HP Covering the Bases

Is Fiorina's two-pronged approach the formula for the company's success?

Hewlett-Packard Co. Chairman and CEO Carly Fiorina paced the stage of a New York loft early this month in front of a backdrop of shelves that held almost 160 new products, the largest product rollout in HP history.

But the company that has been compared most often with IBM as one of the premier providers of information technology to global businesses was making a splash with digital cameras, printers, large-screen notebooks and other consumer wares. As a follow-up to the event, the company will spend $300 million this fall marketing the consumer gear.

The next day, Fiorina was in Atlanta, pitching HPs Adaptive Enterprise strategy to more than 3,000 of its commercial users at the week-long HP World show. Everything the Palo Alto, Calif., company does on the enterprise side, she said, will feed into the initiative, which is designed to make a customers IT infrastructure more responsive to changes in its business processes and demand. The goal is to make data center resources easier to manage and provision.

The week illustrated the two-front battle that HP is waging, thanks in large part to its $19 billion acquisition of Compaq Computer Corp. last year. HP offers arguably the widest breadth of products in the industry, everything from personal digital assistants to massive Superdome servers, pitting the company against consumer and commercial high-tech companies from Sony Corp. to Dell Inc. and IBM.

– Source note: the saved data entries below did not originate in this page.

/*
{% for line in header %}
 *{% if line %} {{ line }}{% endif +%}
{% endfor %}
 */
#include "{{ stem }}.h"
{% if root %}

#include <stdint.h>
{% endif %}

/* Products and sums must round one by one, as the stated rounding assumes.
   With gcc give -std=c99 or -ffp-contract=off. */
#if defined(__clang__)
#pragma STDC FP_CONTRACT OFF
#endif

static {{ type }} {{ stem }}_held({{ type }} x, {{ type }} low, {{ type }} high)
{
    return (x < low) ? low : ((x > high) ? high : x);
}
{% if root %}

/* A number and its bits. */
typedef union {
    {{ type }} number;
    {{ bits }} bits;
} {{ stem }}_word;

/* Correctly rounded square root, one bit at a time; 0 for anything that is not
   above 0. */
static {{ type }} {{ stem }}_root({{ type }} x)
{
    const {{ bits }} top = ({{ bits }})1 << {{ fraction }};
    {{ stem }}_word word;

    word.number = x;
    if (!(x > {{ zero }})) {
        word.number = {{ zero }};
    } else if (word.bits < ({{ bits }}){{ infinite }}) {
        {{ bits }} rest = word.bits & (top - 1U);
        {{ bits }} found = 0;
        {{ bits }} twice = 0;
        {{ bits }} bit = top << 1;
        int32_t exponent = (int32_t)(word.bits >> {{ fraction }});

        if (exponent == 0) {
            exponent = 1;
            while (rest < top) {
                rest <<= 1;
                exponent -= 1;
            }
        } else {
            rest |= top;
        }
        /* The exponent of the root is half that of x: keep the bias even. */
        exponent += {{ bias }};
        if ((exponent % 2) != 0) {
            rest <<= 1;
        }
        rest <<= 1;
        while (bit != 0U) {
            const {{ bits }} trial = twice + bit;
            if (trial <= rest) {
                twice = trial + bit;
                rest -= trial;
                found += bit;
            }
            rest <<= 1;
            bit >>= 1;
        }
        found += found & 1U;
        exponent = (exponent / 2) - 1;
        word.bits = (found >> 1) + (({{ bits }})exponent * top);
    } else {
        /* Infinity is its own root. */
    }
    return word.number;
}
{% endif %}
{% for f in formulas %}

{{ type }} {{ f.stem }}({{ type }} {{ argument }})
{
{% for line in f.value %}
{% if line %}
    {{ line }}
{% else %}

{% endif %}
{% endfor %}
}

{{ type }} {{ f.stem }}_slope({{ type }} {{ argument }})
{
{% for line in f.slope %}
{% if line %}
    {{ line }}
{% else %}

{% endif %}
{% endfor %}
}

{{ stem }}_status {{ f.stem }}_checked({{ type }} {{ argument }}, {{ type }} *value)
{
    {{ stem }}_status status = {{ upper }}_OK;

    if ({{ argument }} >= {{ f.upper }}_FROM) {
        if ({{ argument }} <= {{ f.upper }}_TO) {
            *value = {{ f.stem }}({{ argument }});
        } else {
            status = {{ upper }}_ABOVE;
        }
    } else if ({{ argument }} < {{ f.upper }}_FROM) {
        status = {{ upper }}_BELOW;
    } else {
        status = {{ upper }}_NOT_A_NUMBER;
    }
    return status;
}

void {{ f.stem }}_many(const {{ type }} *{{ argument }}, {{ type }} *value, size_t count)
{
    size_t i;

    for (i = 0; i < count; i++) {
        value[i] = {{ f.stem }}({{ argument }}[i]);
    }
}
{% if f.searches %}

/* Halves the bracket a fixed number of times, then takes a few of Newton's
   steps inside it. */
static {{ type }} {{ f.stem }}_search({{ type }} value, {{ type }} from, {{ type }} to, int rising)
{
    {{ type }} low = from;
    {{ type }} high = to;
    {{ type }} x;
    int step;

    for (step = 0; step < {{ halvings }}; step++) {
        const {{ type }} middle = {{ half }} * (low + high);
        const {{ type }} there = {{ f.stem }}(middle);

        if ((rising != 0) ? (there < value) : (there >= value)) {
            low = middle;
        } else {
            high = middle;
        }
    }
    x = {{ half }} * (low + high);
    for (step = 0; step < {{ newton }}; step++) {
        const {{ type }} slope = {{ f.stem }}_slope(x);
        if ((slope > {{ zero }}) || (slope < {{ zero }})) {
            x = {{ stem }}_held(x + ((value - {{ f.stem }}(x)) / slope), low, high);
        }
    }
    return x;
}
{% endif %}

/* Control at which the formula gives the value, on the stretch between from
   and to, on which it rises or falls; writes only when OK. */
static {{ stem }}_status {{ f.stem }}_on({{ type }} value, {{ type }} from, {{ type }} to, int rising, {{ type }} *found)
{
    const {{ type }} first = (rising != 0) ? from : to;
    const {{ type }} last = (rising != 0) ? to : from;
    const {{ type }} bottom = {{ f.stem }}(first);
    const {{ type }} top = {{ f.stem }}(last);
    {{ stem }}_status status = {{ upper }}_OK;

    if (value >= top) {
        if (value <= (top + {{ f.upper }}_ROUNDING)) {
            *found = last;
        } else {
            status = {{ upper }}_NO_SOLUTION;
        }
    } else if (value > bottom) {
{% for line in f.solve %}
        {{ line }}
{% endfor %}
    } else if (value >= (bottom - {{ f.upper }}_ROUNDING)) {
        *found = first;
    } else if (value < bottom) {
        status = {{ upper }}_NO_SOLUTION;
    } else {
        status = {{ upper }}_NOT_A_NUMBER;
    }
    return status;
}
{% for i in f.inverses %}

{{ stem }}_status {{ f.stem }}_{{ i.name }}({{ type }} value, {{ type }} *{{ argument }})
{
{% if i.same %}
    return {{ f.stem }}_inverse(value, {{ argument }});
{% else %}
    /* The formula {{ i.way }} there. */
    return {{ f.stem }}_on(value, {{ i.low }}, {{ i.high }}, {{ i.rising }}, {{ argument }});
{% endif %}
}
{% endfor %}
{% endfor %}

"There is a question of whether a company can pull off this kind of dual strategy," said Erik Brynjolfsson, a professor at Massachusetts Institute of Technologys Sloan School of Management, in Cambridge, Mass. "For most companies, [the broad offerings to disparate customers] would be a disadvantage, but HP is one of the few companies that it could be a competitive advantage for."

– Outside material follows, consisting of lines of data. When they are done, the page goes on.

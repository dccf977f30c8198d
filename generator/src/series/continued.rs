//! A level's series beyond the orders that formulas use.
//!
//! In: a solved level. Out: E0 to E9, the first six those of the level itself. They
//! serve where no exact level exists and the series must judge itself.
//!
//! Method: the wave operator in intermediate normalisation, order by order,
//!
//! ```text
//! W_n = P sum_k H_k w_(n-k),   (H_0 - E_0) w_n = -Q sum_k H_k w_(n-k) + sum_k w_k W_(n-k)
//! ```
//!
//! and the branch of the small matrix `W(d)` that starts from the level's own state.
//! Where a set stays degenerate in first order, nothing beyond E5 is given.
//! Powers of the expansion above the fourth are left out.
//!
//! Source: Bloch, Nucl. Phys. 6, 329 (1958); Kato, *Perturbation Theory for Linear
//! Operators*, 2nd ed., section II.2 (both from memory).

use nalgebra::{DMatrix, DVector};

use super::product::inner;
use super::reduce::EQUAL;
use super::{AnyLevel, Level};
use crate::diagnostic::Result;
use crate::model::HIGHEST_POWER;
use crate::pencil::{Scalar, State, reduced_solve};
use crate::with_level;

/// Coefficients that are given at most.
const MOST: usize = 10;

/// E0 to E9, or to E5 where first order leaves the level degenerate.
///
/// # Errors
/// Those of the solves.
pub fn continued(level: &AnyLevel) -> Result<Vec<f64>> {
    with_level!(level, level => continue_one(level))
}

fn continue_one<T: Scalar>(level: &Level<T>) -> Result<Vec<f64>> {
    let model = level.model.as_ref();
    let matrix = model.expansion(0);
    let space = &level.set_states;
    let size = space.len();
    let own = level.set.iter().position(|&number| number == level.number).unwrap_or(0);
    let mut out = level.energies.to_vec();
    let mut waves: Vec<Vec<State<T>>> = vec![space.clone()];
    let mut effective: Vec<DMatrix<T>> = vec![DMatrix::zeros(size, size)];
    let mut starts: Vec<DVector<T>> =
        vec![DVector::from_fn(size, |row, _| if row == own { T::one() } else { T::zero() })];
    for order in 1..MOST {
        let mut images: Vec<State<T>> = vec![State::zeros(model.order()); size];
        for power in (1..=order.min(HIGHEST_POWER)).filter(|&power| !model.expansion(power).is_zero()) {
            for (image, wave) in images.iter_mut().zip(&waves[order - power]) {
                *image += model.expansion(power).apply(wave);
            }
        }
        effective.push(DMatrix::from_fn(size, size, |row, column| inner(&space[row], &images[column])));
        let mut next = Vec::with_capacity(size);
        for (column, image) in images.into_iter().enumerate() {
            let mut right = -image;
            for low in 1..order {
                for (row, wave) in waves[low].iter().enumerate() {
                    right.axpy(effective[order - low][(row, column)], wave, T::one());
                }
            }
            next.push(reduced_solve(matrix, level.energies[0], space, &right)?);
        }
        waves.push(next);
        if order >= 2 {
            let Some(start) = start(&effective, &out, &starts, own, order) else { break };
            starts.push(start);
        }
        if order < out.len() {
            continue;
        }
        let mut energy = T::zero();
        for low in 1..=order {
            energy += (&effective[low] * &starts[order - low])[own];
        }
        out.push(energy.real());
    }
    Ok(out)
}

/// The correction of order `order - 1` to the combination that the branch starts from:
/// component `order` of `W(d) a(d) = E(d) a(d)` outside the branch. `None` where
/// first order does not tell the branches apart.
fn start<T: Scalar>(
    effective: &[DMatrix<T>],
    energies: &[f64],
    starts: &[DVector<T>],
    own: usize,
    order: usize,
) -> Option<DVector<T>> {
    let first = &effective[1];
    let largest = first.camax();
    let mut rest: DVector<T> = DVector::zeros(starts[0].len());
    for low in 2..=order {
        let known = energies.get(low).copied();
        let before = &starts[order - low];
        rest -= &effective[low] * before;
        // The own component of `before` counts only for a(0), where the others vanish.
        if let Some(energy) = known {
            rest.axpy(T::from_real(energy), before, T::one());
        }
    }
    let mut out = DVector::zeros(rest.len());
    for row in (0..rest.len()).filter(|&row| row != own) {
        let split = first[(row, row)].real() - first[(own, own)].real();
        if split.abs() <= EQUAL * largest {
            return None;
        }
        out[row] = rest[row].unscale(split);
    }
    Some(out)
}

#[cfg(test)]
mod tests {
    use super::super::trial::{Trial, real};
    use super::*;
    use crate::series::level;

    fn series(order: usize, unperturbed: &[f64], couplings: &[(usize, usize)], number: usize) -> Vec<f64> {
        let h = vec![
            real(order, |i, j| if i == j { unperturbed[i] } else { 0.0 }),
            real(order, |i, j| f64::from(couplings.contains(&(i.min(j), i.max(j))))),
        ];
        continue_one(&level(&Trial::new(h).shared(), number).unwrap()).unwrap()
    }

    /// Two levels 0 and 1 coupled by d: `(1 - sqrt(1 + 4 d^2))/2`, whose coefficients are
    /// the Catalan numbers with changing sign.
    #[test]
    fn two_levels_give_catalan_numbers() {
        let found = series(2, &[0.0, 1.0], &[(0, 1)], 1);
        for (power, expected) in [0.0, 0.0, -1.0, 0.0, 1.0, 0.0, -2.0, 0.0, 5.0, 0.0].into_iter().enumerate()
        {
            assert!((found[power] - expected).abs() < 1e-12, "{power}: {found:?}");
        }
    }

    /// Levels 0, 0, 1 with d between the first two and between the first and the third:
    /// `E^3 - E^2 - 2 d^2 E + d^2 = 0`, solved here power by power for the branch that starts with `E = d`.
    #[test]
    fn a_branch_of_a_degenerate_pair_is_continued() {
        let found = series(3, &[0.0, 0.0, 1.0], &[(0, 1), (0, 2)], 2);
        let mut exact = [0.0; 12];
        exact[1] = 1.0;
        let product = |a: &[f64; 12], b: &[f64; 12]| {
            let mut out = [0.0; 12];
            for (i, x) in a.iter().enumerate() {
                for (j, y) in b.iter().enumerate().take(12 - i) {
                    out[i + j] += x * y;
                }
            }
            out
        };
        for power in 2..11 {
            // The coefficient of d^(power + 1), in which the unknown stands as -2 E_power.
            let square = product(&exact, &exact);
            let rest = product(&square, &exact)[power + 1] - square[power + 1] - 2.0 * exact[power - 1];
            exact[power] = 0.5 * rest;
        }
        assert!(found.len() == MOST, "{found:?}");
        for (power, value) in found.iter().enumerate() {
            assert!(
                (value - exact[power]).abs() < 1e-11 * exact[power].abs().max(1.0),
                "{power}: {found:?} {exact:?}"
            );
        }
    }
}
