/*
{% for line in header %}
 *{% if line %} {{ line }}{% endif +%}
{% endfor %}
 */
#ifndef {{ upper }}_H
#define {{ upper }}_H

#include <stddef.h>
#include <stdint.h>

/* SHA-256 of the spec. */
#define {{ upper }}_SPEC_SHA256 ("{{ sha256 }}")
{% for f in formulas %}

{% for c in f.constants %}
/* {{ c.about }} */
#define {{ f.upper }}_{{ c.name }} ({{ c.value }})
{% endfor %}
{% endfor %}

#ifdef __cplusplus
extern "C" {
#endif

/* Whether there is an answer, and if not, why. */
typedef enum {
    {{ upper }}_OK = 0,
    {{ upper }}_BELOW = 1,
    {{ upper }}_ABOVE = 2,
    {{ upper }}_NOT_A_NUMBER = 3,
    {{ upper }}_NO_SOLUTION = 4,
    {{ upper }}_OUTSIDE_FAMILY = 5
} {{ stem }}_status;
{% for f in formulas %}

/* {{ f.name }}, a count of {{ f.value_step }} {{ f.unit }}, against a count of
   {{ f.control_step }} {{ f.control_unit }}; counts outside the range are held at its ends. */
{{ f.y }} {{ f.stem }}({{ f.x }} {{ argument }});

/* Its derivative: value steps per control step, times 2^16. */
int64_t {{ f.stem }}_slope({{ f.x }} {{ argument }});

/* The formula inside its range, whose ends belong to it; writes only when OK. */
{{ stem }}_status {{ f.stem }}_checked({{ f.x }} {{ argument }}, {{ f.y }} *value);
{% for i in f.inverses %}

/* Count at which the formula comes nearest to the value, on the stretch of the
   range {{ i.words }}; writes only when OK. */
{{ stem }}_status {{ f.stem }}_{{ i.name }}({{ f.y }} value, {{ f.x }} *{{ argument }});
{% endfor %}

/* The formula for many controls; the arrays may be the same if the types are,
   else they must not overlap. */
void {{ f.stem }}_many(const {{ f.x }} *{{ argument }}, {{ f.y }} *value, size_t count);
{% endfor %}

#ifdef __cplusplus
}
#endif

#endif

According to Fiorina, HPs enterprise push comes down to a simple formula: high tech plus low cost equals total customer experience. Users are asking for better technology at a lower cost, and they want all the services necessary to support the infrastructure.

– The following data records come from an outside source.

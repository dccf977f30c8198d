//! Drawn layer stacks against levels, coefficients and range ends found by
//! carrying the envelope through each layer with power series at 50 digits.
//!
//! Source: the Airy equation (DLMF 9.2.1) in each layer, solved with mpmath by
//! `scripts/stacks.py`, which draws the stacks from a fixed seed and shares no
//! method with the program.

use shiftwright_tests::{close, data, number, record};

/// Levels 1 and 2 of six stacks: E0 to 1e-10, a and b to 1e-9 relative, and
/// both ends of the range to 1e-4 relative, the accuracy that users are
/// promised.
#[test]
fn drawn_stacks_agree_with_airy_solutions() {
    let cases: serde_json::Value = serde_json::from_str(&data("stacks.json")).expect("the data is JSON");
    let cases = cases.as_array().expect("a list of cases");
    assert_eq!(cases.len(), 12);
    for (idx, case) in cases.iter().enumerate() {
        let text =
            |key: &str| case[key].as_str().expect("a number as text").parse::<f64>().expect("a number");
        let layers: Vec<String> = case["layers"]
            .as_array()
            .expect("layers")
            .iter()
            .map(|layer| {
                format!("      - {{thickness: {} nm, edge: {} eV, mass: {}}}", layer[0], layer[1], layer[2])
            })
            .collect();
        let (from, to) = (text("from_kv_cm"), text("to_kv_cm"));
        let spec = format!(
            "spec: 1\nname: stack\nsummary: drawn\nsystems:\n  carrier:\n    kind: layers\n    charge: {}\n    field: F\n    stack:\n{}\n\
             control: {{symbol: F, unit: kV/cm, within: [{}, {}]}}\n\
             formulas:\n  level:\n    unit: eV\n    sum: [{{system: carrier, level: {}}}]\n    tolerance: {} eV\n",
            case["charge"],
            layers.join("\n"),
            1.2 * from,
            1.2 * to,
            case["level"],
            text("tolerance_ev"),
        );
        let record = record(&format!("stack{idx}"), &spec);
        let at = |path: &str| number(&record, &format!("formulas/level/{path}"));
        let what = |word: &str| format!("case {idx}, {word}");
        close(&what("E0"), at("coefficients/0"), text("e0_ev"), 1e-10);
        close(&what("a"), at("coefficients/1"), text("a_ev_per_kv_cm"), 1e-9);
        close(&what("b"), at("coefficients/2"), text("b_ev_per_kv_cm2"), 1e-9);
        close(&what("lower end"), at("valid/from"), from, 1e-4);
        close(&what("upper end"), at("valid/to"), to, 1e-4);
        for side in 0..2 {
            let word = record.pointer(&format!("/formulas/level/valid/limited_by/{side}"));
            assert_eq!(word.and_then(|w| w.as_str()), Some("remainder"), "case {idx}, side {side}");
        }
    }
}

"We are a technology company. Innovation is our lifes blood," Fiorina said at HP World. In contrast, Dell, despite its continued gains in revenues and server market share, produces little innovation, she claimed.

"I think there is a reason they took the word computer out of their name," Fiorina said. "Theyre not a technology company. I think theyre a distribution company." IBM, Fiorina said, also offers innovative technology but at a high cost.

To manage such a diverse company, Fiorina has divided it into four business groups: Enterprise Systems, Personal Systems, Services, and Imaging and Printing. According to Peter Blackmore, executive vice president of the Enterprise Systems Group, the units have a strict discipline in development and sales but at the same time can share ideas and products.

"When you talk to a large-enterprise customer, often youre not just selling to them. The discussion is how you can work together in the market," said Blackmore (see interview, Page 16). "Theyre very captivated and intrigued by the fact that we can offer a go-to-market potential to [small and midsize businesses], a go-to-market potential to enterprise customers and also to consumer customers."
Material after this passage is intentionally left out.